Many years ago, I read a novel - The Cracker Factory by Joyce Rebeta-Burditt. It was hilarious, but was also a wakeup call (from which I didn't learn), because that was almost the life I was living. It was about a woman who had a (so-called) mental illness, as depression was called then, and who drank and did stupid things. The sad thing is that although this lady, and many others, had written about personal, devestating experiences, it took modern medicine many, many years after to establish that the illness was not due to a woman's time of the month, or unhappiness, but had to do with the chemical imbalance in the brain, from which not only women, but men suffered. Modern medicine can not identify what triggers it, much as it can not identify what triggers other brain-related illnesses, because there is very little funding. Mental illness is an anomaly, and most of it is brain related - physical problems with the creation and distribution of chemicals that assist the body and mind to function. Most people look at it as an {crazy, pixilated, strange, creepy, stupid etc} embarrassement, and they still do not realize that most "mental" illness result from a physical component, because they do not understand the brain.

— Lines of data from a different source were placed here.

import { RillageError } from '../../errors.js';

export interface RootZone {
  /** mm of water between full and empty. */
  capacity: number;
  /** Share of the capacity that may be gone before plants feel it; common practice 0.5. */
  stressBegins: number;
  /** mm missing at the start. */
  initialDepletion: number;
}

/**
 * Evapotranspiration that the water in the root zone allows: ET = K_s ET_0, K_s = (1 − d) / (1 − p) where the depletion d = D / capacity exceeds p, else 1.
 * The depletion shrinks by the step's water and grows by ET; what overfills the zone drains below.
 * @param potential [N] mm/day
 * @param inflow    [N] mm/day
 * @param stepDays  days
 * @returns actual [N] mm/day, and the depletion [N] mm at the end of each step; never above `capacity`
 * @throws RillageError 'length-mismatch' | 'root-zone-invalid'
 * @source Allen et al. 1998 (FAO-56), eq. 84 and 85 (from memory); K_s is taken after the step's inflow, before its evapotranspiration
 */
export function limitByStorage(
  potential: Float64Array,
  inflow: Float64Array,
  stepDays: number,
  zone: RootZone,
): { actual: Float64Array; depletion: Float64Array } {
  if (potential.length !== inflow.length) {
    throw new RillageError({
      code: 'length-mismatch',
      path: 'inflow',
      expected: `${potential.length} values`,
      received: String(inflow.length),
    });
  }
  const { capacity, stressBegins, initialDepletion } = zone;
  if (!(capacity > 0 && stressBegins >= 0 && stressBegins < 1 && initialDepletion >= 0 && initialDepletion <= capacity)) {
    throw new RillageError({
      code: 'root-zone-invalid',
      path: 'evapotranspiration.limit',
      expected: 'capacity above 0, stressBegins in [0, 1), initialDepletion from 0 to capacity',
      received: JSON.stringify(zone),
    });
  }
  const actual = new Float64Array(potential.length);
  const depletion = new Float64Array(potential.length);
  let missing = initialDepletion;
  for (let step = 0; step < potential.length; step++) {
    missing = Math.max(0, missing - inflow[step] * stepDays);
    const gone = missing / capacity;
    const stress = gone <= stressBegins ? 1 : (1 - gone) / (1 - stressBegins);
    const taken = Math.min(stress * potential[step] * stepDays, capacity - missing);
    actual[step] = taken / stepDays;
    missing += taken;
    depletion[step] = missing;
  }
  return { actual, depletion };
}
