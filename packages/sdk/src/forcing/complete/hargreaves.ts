import { extraterrestrialRadiation } from './radiation.js';

/** Converts MJ/m2/day to mm/day of evaporation: 1/λ with λ = 2.45 MJ/kg. Source: FAO-56 eq. 20 (from memory). */
const MM_PER_MEGAJOULE = 0.408;

/**
 * Reference evapotranspiration from temperature and latitude: ET_0 = 0.0023 (T_mean + 17.8) √(T_max − T_min) · 0.408 R_a.
 * @param day.tmin, day.tmax Cel; day.tmean Cel, their mean where absent
 * @param day.latitude degrees north; day.dayOfYear 1 to 366
 * @returns mm/day, not below 0; NaN where a temperature is NaN
 * @source Allen et al. 1998 (FAO-56), eq. 52, after Hargreaves and Samani 1985 (equation number from memory)
 */
export function hargreaves(day: { tmin: number; tmax: number; tmean?: number; latitude: number; dayOfYear: number }): number {
  const tmean = day.tmean ?? (day.tmin + day.tmax) / 2;
  const range = Math.max(0, day.tmax - day.tmin);
  return Math.max(
    0,
    0.0023 * (tmean + 17.8) * Math.sqrt(range) * MM_PER_MEGAJOULE * extraterrestrialRadiation(day.latitude, day.dayOfYear),
  );
}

The current trend in society is to continue to marginalize the folks who suffer from whatever disease that will "cost Money" to discover sources and treat. God forbid the Corporations should suffer any reduction in profits. Why else is the whole African continent being ravaged by AIDS, and other diseases that could be cured, because of patents and protectionism on Pharmacom profits. Let's face it, disease creates a need, and Corporations will feed on that need to make profits. To cure the disease, or to slow it down would mean less profits.
My point? I will survive this recurrence, as I have done the others, but I am very, very concerned about those people who have been sent to Afganistan and Iraq, for a madman's desire for glory, and will return with very little support and almost no acknowledgement of a little syndrome named PTSD, which most are writing off, the same way they wrote off Depression. I lived through Viet Nam and the fiasco when the soldiers returned (from which Stallone and others made millions).

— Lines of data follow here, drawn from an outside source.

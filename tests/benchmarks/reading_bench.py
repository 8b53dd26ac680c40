"""Measure the reading of exports: time against openpyxl's read-only mode in one run, and memory.

    python tests/benchmarks/reading_bench.py [rounds] [rows of the memory run]

Both sides read the same workbook of 100,000 rows of 6 cells in a process of its own; ours with all checks,
the second look and the way back to the parent, the general library with nothing but a loop over the cells.
Times are processor seconds, both sides in turn, the median over the rounds. The memory is the peak of the
reader child's resident pages over a workbook of 1,000,000 rows unless told otherwise, read with all checks
under the address space that a reading is allowed by default; the whole run takes some five minutes. Prints
one line a figure and exits with 1 where a goal is missed by more than half.
"""

from __future__ import annotations

import io
import random
import resource
import statistics
import subprocess
import sys
import tempfile
import time
import zipfile
from collections.abc import Iterator
from dataclasses import replace
from pathlib import Path

from qcreport.workbook.limits import MEGABYTE, Limits
from qcreport.workbook.read_in_child import read_in_child

ROWS = 100_000
MAIN = "http://schemas.openxmlformats.org/spreadsheetml/2006/main"
OFFICE = "http://schemas.openxmlformats.org/officeDocument/2006/relationships"
PACKAGE = "http://schemas.openxmlformats.org/package/2006"
TYPE = "application/vnd.openxmlformats-officedocument.spreadsheetml"
LAYOUT = b"""
name = "bench"
[[table]]
header_rows = [1]
first_row = 2
end = "sheet"
group = { col = "A", header = "Batch" }
line = { col = "B", header = "Line" }
sample = { col = "C", header = "Sample" }
replicate = { col = "D", header = "Reading" }
status = { col = "E", header = "Status", use = ["valid"] }
[[table.value]]
characteristic = "lap_shear"
col = "F"
header = "Lap shear (MPa)"
unit = "MPa"
unit_from = "header"
"""
LIBRARY = """
import sys, openpyxl
book = openpyxl.load_workbook(sys.argv[1], read_only=True)
print(sum(cell.value is not None for row in book["Data"].iter_rows() for cell in row))
"""
LIMITS = Limits(
    max_rows=2_000_000, max_cells=20_000_000, max_part_bytes=2048 * MEGABYTE,
    max_unpacked_bytes=4096 * MEGABYTE, max_file_bytes=512 * MEGABYTE, memory_bytes=16384 * MEGABYTE,
    cpu_s=1200, wall_s=2400.0, max_answer_bytes=4096 * MEGABYTE,
)  # fmt: skip


def sheet(rows: int) -> Iterator[str]:
    """Yield the XML of a sheet as spreadsheet programs write it: shared texts, stored numbers."""
    draw = random.Random(20261102)  # noqa: S311 - the same workbook every time
    yield f'<worksheet xmlns="{MAIN}"><sheetData><row r="1">'
    yield "".join(f'<c r="{c}1" t="s"><v>{i}</v></c>' for i, c in enumerate("ABCDEF")) + "</row>"
    for i in range(rows):
        r = i + 2
        yield (
            f'<row r="{r}"><c r="A{r}" t="s"><v>{7 + i % 200}</v></c>'
            f'<c r="B{r}" t="s"><v>{207 + i % 3}</v></c><c r="C{r}" t="s"><v>{210 + i // 4}</v></c>'
            f'<c r="D{r}"><v>{1 + i % 4}</v></c><c r="E{r}" t="s"><v>6</v></c>'
            f'<c r="F{r}"><v>{draw.gauss(24, 1):.2f}</v></c></row>'
        )
    yield "</sheetData></worksheet>"


def strings(rows: int) -> Iterator[str]:
    """Yield the shared texts."""
    texts = ["Batch", "Line", "Sample", "Reading", "Status", "Lap shear (MPa)", "valid"]
    texts += [f"LA-{2400 + i}" for i in range(200)] + ["A", "B", "C"]
    yield f'<sst xmlns="{MAIN}">' + "".join(f"<si><t>{text}</t></si>" for text in texts)
    for i in range(rows // 4 + 1):
        yield f"<si><t>S{i:06d}</t></si>"
    yield "</sst>"


def workbook(rows: int) -> bytes:
    """Return a workbook with one sheet of so many rows."""
    relation = '<Relationship Id="r{}" Type="' + OFFICE + '/{}" Target="{}"/>'
    small = {
        "[Content_Types].xml": f'<Types xmlns="{PACKAGE}/content-types">'
        '<Default Extension="rels" ContentType="application/vnd.openxmlformats-package.relationships+xml"/>'
        f'<Override PartName="/xl/workbook.xml" ContentType="{TYPE}.sheet.main+xml"/>'
        f'<Override PartName="/xl/sheet.xml" ContentType="{TYPE}.worksheet+xml"/>'
        f'<Override PartName="/xl/sharedStrings.xml" ContentType="{TYPE}.sharedStrings+xml"/></Types>',
        "_rels/.rels": f'<Relationships xmlns="{PACKAGE}/relationships">'
        + relation.format(1, "officeDocument", "xl/workbook.xml")
        + "</Relationships>",
        "xl/workbook.xml": f'<workbook xmlns="{MAIN}" xmlns:r="{OFFICE}"><sheets>'
        '<sheet name="Data" sheetId="1" r:id="r1"/></sheets></workbook>',
        "xl/_rels/workbook.xml.rels": f'<Relationships xmlns="{PACKAGE}/relationships">'
        + relation.format(1, "worksheet", "sheet.xml")
        + relation.format(2, "sharedStrings", "sharedStrings.xml")
        + "</Relationships>",
    }
    out = io.BytesIO()
    with zipfile.ZipFile(out, "w", zipfile.ZIP_DEFLATED, compresslevel=1) as archive:
        for name, text in small.items():
            archive.writestr(name, text)
        for name, pieces in (("xl/sheet.xml", sheet(rows)), ("xl/sharedStrings.xml", strings(rows))):
            with archive.open(name, "w", force_zip64=True) as part:
                for piece in pieces:
                    part.write(piece.encode())
    return out.getvalue()


def seconds() -> float:
    """Return the processor time of this process and its children so far."""
    children = resource.getrusage(resource.RUSAGE_CHILDREN)
    return time.process_time() + children.ru_utime + children.ru_stime


def ours(data: bytes, *, second_look: bool, rows: int = ROWS, limits: Limits = LIMITS) -> float:
    """Return the seconds of one reading with all checks."""
    start = seconds()
    result = read_in_child(
        data, name="bench.xlsx", layout_bytes=LAYOUT, layout_file="bench.toml", limits=limits,
        second_look=second_look,
    )  # fmt: skip
    codes = [notice.code for notice in result.notices]
    if len(result.measurements) != rows or "limited_checks" in codes:
        raise SystemExit(f"read {len(result.measurements)} of {rows} values, {codes}")
    return seconds() - start


def library(path: Path) -> float:
    """Return the seconds of a loop over all cells by the general library."""
    start = seconds()
    done = subprocess.run(
        [sys.executable, "-c", LIBRARY, str(path)], capture_output=True, text=True, check=True
    )
    if int(done.stdout) != 6 * (ROWS + 1):
        raise SystemExit(f"the general library read {done.stdout} cells")
    return seconds() - start


def times(rounds: int) -> bool:
    """Print the ratios of the times; return whether the goal is missed by more than half."""
    data = workbook(ROWS)
    with tempfile.TemporaryDirectory() as folder:
        path = Path(folder) / "bench.xlsx"
        path.write_bytes(data)
        first: list[float] = []
        both: list[float] = []
        theirs: list[float] = []
        for _ in range(rounds):
            both.append(ours(data, second_look=True))
            theirs.append(library(path))
            first.append(ours(data, second_look=False))
    a, b, c = (statistics.median(found) for found in (first, both, theirs))
    print(f"R1 {ROWS:,} rows x 6, all checks {b:8.2f} s, openpyxl read-only {c:.2f} s")
    print(f"R1 ratio                       {b / c:8.2f}x at most 1x (3x)")
    print(
        f"R2 second look                 {b - a:8.2f} s, {100 * (b - a) / a:.0f} % of the first", flush=True
    )
    return b / c > 1.5


def memory(rows: int) -> bool:
    """Print the peak memory of a reading of so many rows; return whether it misses by more than half."""
    ours(
        workbook(rows),
        second_look=True,
        rows=rows,
        limits=replace(LIMITS, memory_bytes=Limits().memory_bytes),
    )
    peak = resource.getrusage(resource.RUSAGE_CHILDREN).ru_maxrss / 1024
    allowed = 1024 * rows / 1_000_000
    print(f"R3 memory of {rows:,} rows    {peak:8.0f} MB at most {allowed:.0f} MB", flush=True)
    return peak > 1.5 * allowed


def main() -> int:
    rounds = int(sys.argv[1]) if len(sys.argv) > 1 else 3
    rows = int(sys.argv[2]) if len(sys.argv) > 2 else 1_000_000
    missed = [times(rounds), memory(rows)]
    return 1 if any(missed) else 0


if __name__ == "__main__":
    sys.exit(main())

I will survive, and I will read the Flounder, if I can find it. Thanks for the tip. I doubt you will ever find the Cracker Factory, but if you do, check it out.

9:45 PM  
Blogger durrati said...

America is the world's largest "Cracker Factory" what. But many of our "crackers" make the most valued and unique contributions. Art and literature owe much to those with such "imbalances". I wonder if your recurrence might have been triggered by other troubles you have had recently?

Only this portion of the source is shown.